#### Records ####

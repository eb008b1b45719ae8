package main

import (
	"context"
	"errors"
	"fmt"
	"io"
	"os"
	"path/filepath"

	"lagwise/lint/engine"
	"lagwise/lint/present"
)

// batch is a run over documents on disk.
type batch struct {
	*options
	workspace *engine.Workspace
	documents []string // absolute, sorted
	trouble   error    // of paths that could not be searched
}

// mostInput is how much one document from standard input may hold.
const mostInput = 64 << 20

// open finds the documents of the paths; none: the current folder. A single
// "-" is one document from standard input, as if it stood at --named.
func (o *options) open(s streams) (*batch, error) {
	e, err := o.engine()
	if err != nil {
		return nil, err
	}
	if len(o.paths) == 1 && o.paths[0] == "-" {
		return o.openInput(e, s)
	}
	paths := o.paths
	if len(paths) == 0 {
		paths = []string{"."}
	}
	var absolute, folders []string
	for _, p := range paths {
		abs, err := filepath.Abs(p)
		if err != nil {
			return nil, err
		}
		absolute = append(absolute, abs)
		if info, err := os.Stat(abs); err == nil && !info.IsDir() {
			abs = filepath.Dir(abs)
		}
		folders = append(folders, abs)
	}
	b := &batch{options: o, workspace: e.Workspace(folders...)}
	b.documents, b.trouble = b.workspace.Edition().Find(absolute...)
	return b, nil
}

func (o *options) openInput(e *engine.Engine, s streams) (*batch, error) {
	if o.named == "" {
		return nil, &usageError{"- reads one document from standard input and wants --named PATH, the place where it would stand"}
	}
	path, err := filepath.Abs(o.named)
	if err != nil {
		return nil, err
	}
	text, err := io.ReadAll(io.LimitReader(s.in, mostInput+1))
	if err != nil {
		return nil, err
	}
	if len(text) > mostInput {
		return nil, fmt.Errorf("the document on standard input is longer than %d MB", mostInput>>20)
	}
	b := &batch{options: o, workspace: e.Workspace(filepath.Dir(path)), documents: []string{path}}
	b.workspace.Open(path, text, 0)
	return b, nil
}

// head opens the JSON of the run.
func (b *batch) head() present.Head {
	root := ""
	if len(b.documents) > 0 {
		root = filepath.ToSlash(b.workspace.Edition().Root(b.documents[0]))
	}
	return present.NewHead(version, root, b.onDate)
}

// each runs work on every document. A document that cannot be worked on is
// trouble of the run, and the others are still told; only the end of the
// context stops it.
func (b *batch) each(ctx context.Context, s streams, doing string, work func(path string) error) error {
	p := newProgress(s.err, doing, len(b.documents), b.quiet)
	defer p.end()
	for i, path := range b.documents {
		if err := ctx.Err(); err != nil {
			return err
		}
		p.at(i)
		if err := work(path); err != nil && ctx.Err() == nil {
			b.trouble = errors.Join(b.trouble, err)
		}
	}
	return ctx.Err()
}

// shown is a path as the text names it: relative to the current folder.
func shown(path string) string {
	here, err := os.Getwd()
	if err != nil {
		return path
	}
	rel, err := filepath.Rel(here, path)
	if err != nil {
		return path
	}
	return filepath.ToSlash(rel)
}

// forms are the forms that a command writes, by name.
type forms map[string]func(io.Writer) error

// write sends each form that is asked for where it belongs.
func (o *options) write(s streams, all forms) error {
	if err := all[o.as](s.out); err != nil {
		return err
	}
	for _, a := range o.also {
		if err := writeFile(a.file, all[a.format]); err != nil {
			return err
		}
	}
	return nil
}

// writeFile writes a file as a whole or not at all.
func writeFile(name string, write func(io.Writer) error) error {
	f, err := os.CreateTemp(filepath.Dir(name), ".lagwise-*")
	if err != nil {
		return err
	}
	defer os.Remove(f.Name())
	if err := write(f); err != nil {
		f.Close()
		return err
	}
	if err := f.Chmod(0o644); err != nil {
		f.Close()
		return err
	}
	if err := f.Close(); err != nil {
		return err
	}
	return os.Rename(f.Name(), name)
}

####

- Task item -
Copy out only the lines above from the one with "b.trouble = errors.Join(b.trouble, err)" to the one with "func (o *options) write(s", inclusive, exactly as they stand.

- Reply to the exercise -
			b.trouble = errors.Join(b.trouble, err)
		}
	}
	return ctx.Err()
}

// shown is a path as the text names it: relative to the current folder.
func shown(path string) string {
	here, err := os.Getwd()
	if err != nil {
		return path
	}
	rel, err := filepath.Rel(here, path)
	if err != nil {
		return path
	}
	return filepath.ToSlash(rel)
}

// forms are the forms that a command writes, by name.
type forms map[string]func(io.Writer) error

// write sends each form that is asked for where it belongs.
func (o *options) write(s streams, all forms) error {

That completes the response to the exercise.